== Data provided

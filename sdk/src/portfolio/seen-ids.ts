import { hash } from "node:crypto";

/** Four words of the id's digest, and the index + 1, which is 0 in an empty place. */
const WORDS = 5;
const FIRST_PLACES = 1024;
/** Beyond two thirds full, linear probing begins to run long. */
const FULLEST = 2 / 3;

/**
 * The ids of a portfolio, 30 to 60 bytes each whatever their length: 128 bits of SHA-256 in an open table. Two ids are
 * taken for one with a chance of n^2 / 2^129 (the birthday bound): 1e-27 for a million.
 */
export class SeenIds {
  #table = new Uint32Array(FIRST_PLACES * WORDS);
  #size = 0;
  readonly #words = new Uint32Array(WORDS - 1);

  /** Takes in an id at `index` (0 to 2^32 - 2). Returns null, or the index at which it was taken in before. */
  add(id: string, index: number): number | null {
    if (this.#size + 1 > (this.#table.length / WORDS) * FULLEST) this.#grow();
    const digest = hash("sha256", id, "buffer");
    const words = this.#words;
    for (let word = 0; word < words.length; word += 1) words[word] = digest.readUInt32LE(4 * word);
    const place = find(this.#table, words);
    if (this.#table[place + 4] !== 0) return this.#table[place + 4] - 1;
    this.#table.set(words, place);
    this.#table[place + 4] = index + 1;
    this.#size += 1;
    return null;
  }

  #grow(): void {
    const old = this.#table;
    this.#table = new Uint32Array(old.length * 2);
    for (let place = 0; place < old.length; place += WORDS) {
      if (old[place + 4] === 0) continue;
      const entry = old.subarray(place, place + WORDS);
      this.#table.set(entry, find(this.#table, entry));
    }
  }
}

/** Where an entry with these first four words stands in `table`, or the empty place where it belongs. */
function find(table: Uint32Array, words: Uint32Array): number {
  let place = (words[0] % (table.length / WORDS)) * WORDS;
  while (table[place + 4] !== 0) {
    if (table[place] === words[0] && table[place + 1] === words[1]) {
      if (table[place + 2] === words[2] && table[place + 3] === words[3]) return place;
    }
    place = (place + WORDS) % table.length;
  }
  return place;
}
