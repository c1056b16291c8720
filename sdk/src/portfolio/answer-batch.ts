import type { CallContext } from "../errors/kneegap-error.ts";
import { ProblemError } from "../errors/problem-error.ts";
import { ProtocolError } from "../errors/protocol-error.ts";
import type { RetryOptions } from "../retry.ts";
import { isRetriable, retryDelay, sleep } from "../retry.ts";
import type { AnswerListener } from "./answer-reader.ts";
import { AnswerReader } from "./answer-reader.ts";
import type { OpenSite } from "./batch-source.ts";
import type { ComposedRequest } from "./compose-request.ts";

/** What answering a batch needs of the portfolio and of the transport. */
export interface BatchPort extends AnswerListener {
  readonly compose: (sites: readonly OpenSite[]) => ComposedRequest;
  /** Sends a body once. */
  readonly send: (
    body: Uint8Array,
    onLine: (value: unknown, context: CallContext) => void,
    context: CallContext,
  ) => Promise<void>;
  /** `attempts`: how many requests in a row may answer no site. */
  readonly retry: Required<RetryOptions>;
  /** A wait that an answer asks for must be shorter, ms. */
  readonly timeout: number;
  readonly signal: AbortSignal;
  /** How many sites of the whole portfolio were answered so far. */
  readonly answeredAnywhere: () => number;
  /** Told of the bytes of a body that was refused as too large. */
  readonly onTooLarge: (bytes: number) => void;
}

/** The service had no room: a smaller request would not have helped. */
const BUSY: ReadonlySet<number> = new Set([429, 503]);

/** The lines were whole when they were sent, so that a body which is not has been damaged on the way. */
function isDamage(error: unknown): boolean {
  return error instanceof ProblemError && error.problem?.code === "malformed-body";
}

/** A stock proxy takes no more than a mebibyte, and says so in a page of its own. */
function isTooLarge(error: unknown): boolean {
  return (error instanceof ProtocolError || error instanceof ProblemError) && error.status === 413;
}

/** How a batch stands. */
interface BatchState {
  readonly open: Map<string, OpenSite>;
  /** The most sites asked for at once. */
  most: number;
  /** Of the last request. */
  bytes: number;
  requests: number;
  /** Requests in a row that answered no site. */
  failures: number;
}

/**
 * Sends a batch until each of its sites is answered, once. What a cut answer left open is sent again; after a cut that
 * answered nothing, and where the body was refused as too large, in requests half as large: a proxy's patience and its
 * room have their limits.
 * Throws the last failure after `retry.attempts` in a row that answered nothing (where the service was busy: in the whole
 * portfolio), and at once a failure that is not {@link isRetriable} nor damage on the way.
 */
export async function answerBatch(batch: readonly OpenSite[], port: BatchPort, requestId: string): Promise<void> {
  const open = new Map(batch.map((site) => [site.id, site]));
  const state: BatchState = { open, most: batch.length, bytes: 0, requests: 0, failures: 0 };
  let answeredBefore = port.answeredAnywhere();
  while (open.size > 0) {
    const openBefore = open.size;
    state.requests += 1;
    try {
      await ask(state, port, { requestId, attempts: state.requests });
      state.failures = 0;
    } catch (error) {
      if (port.signal.aborted) throw port.signal.reason;
      if (open.size === 0) return;
      if (isTooLarge(error) && state.most > 1) {
        port.onTooLarge(state.bytes);
        state.most = halved(state);
        continue;
      }
      const busy = error instanceof ProblemError && BUSY.has(error.status);
      const progress = open.size < openBefore || (busy && port.answeredAnywhere() > answeredBefore);
      answeredBefore = port.answeredAnywhere();
      state.failures = progress ? 1 : state.failures + 1;
      if (!progress && !busy) state.most = halved(state);
      await backOff(error, state.failures, port);
    }
  }
}

/** Half as many sites as were asked for. */
function halved({ open, most }: BatchState): number {
  return Math.ceil(Math.min(most, open.size) / 2);
}

/** Asks once for the first of the open sites. Throws unless the answer is whole. */
async function ask(state: BatchState, port: BatchPort, context: CallContext): Promise<void> {
  const { open, most } = state;
  const { bytes, lines } = port.compose([...open.values()].slice(0, most));
  state.bytes = bytes.length;
  const reader = new AnswerReader(lines, open, port);
  await port.send(bytes, (value, of) => reader.take(value, of), context);
  reader.end(context);
}

/** Waits before the next request. Throws `error` when there is to be none. */
async function backOff(error: unknown, failures: number, { retry, timeout, signal }: BatchPort): Promise<void> {
  if (failures >= retry.attempts || !(isRetriable(error) || isDamage(error))) throw error;
  const asked = error instanceof ProblemError ? (error.retryAfter ?? 0) : 0;
  if (asked >= timeout) throw error;
  await sleep(retry, retryDelay(error, failures, retry), signal);
}
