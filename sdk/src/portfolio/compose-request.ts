import type { OpenSite } from "./batch-source.ts";
import type { ClimateLines } from "./climate-lines.ts";

/** What a line of a request holds. */
export type ComposedLine =
  | { readonly kind: "defaults" }
  | { readonly kind: "climate"; readonly name: string }
  | { readonly kind: "site"; readonly site: OpenSite };

/** A whole request body. */
export interface ComposedRequest {
  readonly bytes: Uint8Array;
  /** The first of `lines` is line 1. */
  readonly lines: readonly ComposedLine[];
}

const LINE_BREAK = Uint8Array.of(0x0a);

/** The body that asks for `sites`: the defaults (null: none), the climates that the sites name, the sites, a line each. */
export function composeRequest(
  sites: readonly OpenSite[],
  defaults: Uint8Array | null,
  climates: ClimateLines,
): ComposedRequest {
  const names = new Set(sites.flatMap(({ climate }) => (climate === null ? [] : [climate])));
  const lines: ComposedLine[] = defaults === null ? [] : [{ kind: "defaults" }];
  const pieces = defaults === null ? [] : [defaults, LINE_BREAK];
  for (const name of names) {
    lines.push({ kind: "climate", name });
    pieces.push(climates.line(name), LINE_BREAK);
  }
  for (const site of sites) {
    lines.push({ kind: "site", site });
    pieces.push(site.line, LINE_BREAK);
  }
  return { bytes: Buffer.concat(pieces), lines };
}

====

◆ Assignment
Repeat the data in full, exactly as supplied.

◆ Expected answer
filename sdk/src/portfolio/seen-ids.ts
import { hash } from "node:crypto";

/** Four words of the id's digest, and the index + 1, which is 0 in an empty place. */
const WORDS = 5;
const FIRST_PLACES = 1024;
/** Beyond two thirds full, linear probing begins to run long. */
const FULLEST = 2 / 3;

/**
 * The ids of a portfolio, 30 to 60 bytes each whatever their length: 128 bits of SHA-256 in an open table. Two ids are
 * taken for one with a chance of n^2 / 2^129 (the birthday bound): 1e-27 for a million.
 */
export class SeenIds {
  #table = new Uint32Array(FIRST_PLACES * WORDS);
  #size = 0;
  readonly #words = new Uint32Array(WORDS - 1);

  /** Takes in an id at `index` (0 to 2^32 - 2). Returns null, or the index at which it was taken in before. */
  add(id: string, index: number): number | null {
    if (this.#size + 1 > (this.#table.length / WORDS) * FULLEST) this.#grow();
    const digest = hash("sha256", id, "buffer");
    const words = this.#words;
    for (let word = 0; word < words.length; word += 1) words[word] = digest.readUInt32LE(4 * word);
    const place = find(this.#table, words);
    if (this.#table[place + 4] !== 0) return this.#table[place + 4] - 1;
    this.#table.set(words, place);
    this.#table[place + 4] = index + 1;
    this.#size += 1;
    return null;
  }

  #grow(): void {
    const old = this.#table;
    this.#table = new Uint32Array(old.length * 2);
    for (let place = 0; place < old.length; place += WORDS) {
      if (old[place + 4] === 0) continue;
      const entry = old.subarray(place, place + WORDS);
      this.#table.set(entry, find(this.#table, entry));
    }
  }
}

/** Where an entry with these first four words stands in `table`, or the empty place where it belongs. */
function find(table: Uint32Array, words: Uint32Array): number {
  let place = (words[0] % (table.length / WORDS)) * WORDS;
  while (table[place + 4] !== 0) {
    if (table[place] === words[0] && table[place + 1] === words[1]) {
      if (table[place + 2] === words[2] && table[place + 3] === words[3]) return place;
    }
    place = (place + WORDS) % table.length;
  }
  return place;
}
repository c1056b16291c8720
filename sdk/src/portfolio/answer-batch.ts
import type { CallContext } from "../errors/kneegap-error.ts";
import { ProblemError } from "../errors/problem-error.ts";
import { ProtocolError } from "../errors/protocol-error.ts";
import type { RetryOptions } from "../retry.ts";
import { isRetriable, retryDelay, sleep } from "../retry.ts";
import type { AnswerListener } from "./answer-reader.ts";
import { AnswerReader } from "./answer-reader.ts";
import type { OpenSite } from "./batch-source.ts";
import type { ComposedRequest } from "./compose-request.ts";

/** What answering a batch needs of the portfolio and of the transport. */
export interface BatchPort extends AnswerListener {
  readonly compose: (sites: readonly OpenSite[]) => ComposedRequest;
  /** Sends a body once. */
  readonly send: (
    body: Uint8Array,
    onLine: (value: unknown, context: CallContext) => void,
    context: CallContext,
  ) => Promise<void>;
  /** `attempts`: how many requests in a row may answer no site. */
  readonly retry: Required<RetryOptions>;
  /** A wait that an answer asks for must be shorter, ms. */
  readonly timeout: number;
  readonly signal: AbortSignal;
  /** How many sites of the whole portfolio were answered so far. */
  readonly answeredAnywhere: () => number;
  /** Told of the bytes of a body that was refused as too large. */
  readonly onTooLarge: (bytes: number) => void;
}

/** The service had no room: a smaller request would not have helped. */
const BUSY: ReadonlySet<number> = new Set([429, 503]);

/** The lines were whole when they were sent, so that a body which is not has been damaged on the way. */
function isDamage(error: unknown): boolean {
  return error instanceof ProblemError && error.problem?.code === "malformed-body";
}

/** A stock proxy takes no more than a mebibyte, and says so in a page of its own. */
function isTooLarge(error: unknown): boolean {
  return (error instanceof ProtocolError || error instanceof ProblemError) && error.status === 413;
}

/** How a batch stands. */
interface BatchState {
  readonly open: Map<string, OpenSite>;
  /** The most sites asked for at once. */
  most: number;
  /** Of the last request. */
  bytes: number;
  requests: number;
  /** Requests in a row that answered no site. */
  failures: number;
}

/**
 * Sends a batch until each of its sites is answered, once. What a cut answer left open is sent again; after a cut that
 * answered nothing, and where the body was refused as too large, in requests half as large: a proxy's patience and its
 * room have their limits.
 * Throws the last failure after `retry.attempts` in a row that answered nothing (where the service was busy: in the whole
 * portfolio), and at once a failure that is not {@link isRetriable} nor damage on the way.
 */
export async function answerBatch(batch: readonly OpenSite[], port: BatchPort, requestId: string): Promise<void> {
  const open = new Map(batch.map((site) => [site.id, site]));
  const state: BatchState = { open, most: batch.length, bytes: 0, requests: 0, failures: 0 };
  let answeredBefore = port.answeredAnywhere();
  while (open.size > 0) {
    const openBefore = open.size;
    state.requests += 1;
    try {
      await ask(state, port, { requestId, attempts: state.requests });
      state.failures = 0;
    } catch (error) {
      if (port.signal.aborted) throw port.signal.reason;
      if (open.size === 0) return;
      if (isTooLarge(error) && state.most > 1) {
        port.onTooLarge(state.bytes);
        state.most = halved(state);
        continue;
      }
      const busy = error instanceof ProblemError && BUSY.has(error.status);
      const progress = open.size < openBefore || (busy && port.answeredAnywhere() > answeredBefore);
      answeredBefore = port.answeredAnywhere();
      state.failures = progress ? 1 : state.failures + 1;
      if (!progress && !busy) state.most = halved(state);
      await backOff(error, state.failures, port);
    }
  }
}

/** Half as many sites as were asked for. */
function halved({ open, most }: BatchState): number {
  return Math.ceil(Math.min(most, open.size) / 2);
}

/** Asks once for the first of the open sites. Throws unless the answer is whole. */
async function ask(state: BatchState, port: BatchPort, context: CallContext): Promise<void> {
  const { open, most } = state;
  const { bytes, lines } = port.compose([...open.values()].slice(0, most));
  state.bytes = bytes.length;
  const reader = new AnswerReader(lines, open, port);
  await port.send(bytes, (value, of) => reader.take(value, of), context);
  reader.end(context);
}

/** Waits before the next request. Throws `error` when there is to be none. */
async function backOff(error: unknown, failures: number, { retry, timeout, signal }: BatchPort): Promise<void> {
  if (failures >= retry.attempts || !(isRetriable(error) || isDamage(error))) throw error;
  const asked = error instanceof ProblemError ? (error.retryAfter ?? 0) : 0;
  if (asked >= timeout) throw error;
  await sleep(retry, retryDelay(error, failures, retry), signal);
}
filename sdk/src/portfolio/compose-request.ts
import type { OpenSite } from "./batch-source.ts";
import type { ClimateLines } from "./climate-lines.ts";

/** What a line of a request holds. */
export type ComposedLine =
  | { readonly kind: "defaults" }
  | { readonly kind: "climate"; readonly name: string }
  | { readonly kind: "site"; readonly site: OpenSite };

/** A whole request body. */
export interface ComposedRequest {
  readonly bytes: Uint8Array;
  /** The first of `lines` is line 1. */
  readonly lines: readonly ComposedLine[];
}

const LINE_BREAK = Uint8Array.of(0x0a);

/** The body that asks for `sites`: the defaults (null: none), the climates that the sites name, the sites, a line each. */
export function composeRequest(
  sites: readonly OpenSite[],
  defaults: Uint8Array | null,
  climates: ClimateLines,
): ComposedRequest {
  const names = new Set(sites.flatMap(({ climate }) => (climate === null ? [] : [climate])));
  const lines: ComposedLine[] = defaults === null ? [] : [{ kind: "defaults" }];
  const pieces = defaults === null ? [] : [defaults, LINE_BREAK];
  for (const name of names) {
    lines.push({ kind: "climate", name });
    pieces.push(climates.line(name), LINE_BREAK);
  }
  for (const site of sites) {
    lines.push({ kind: "site", site });
    pieces.push(site.line, LINE_BREAK);
  }
  return { bytes: Buffer.concat(pieces), lines };
}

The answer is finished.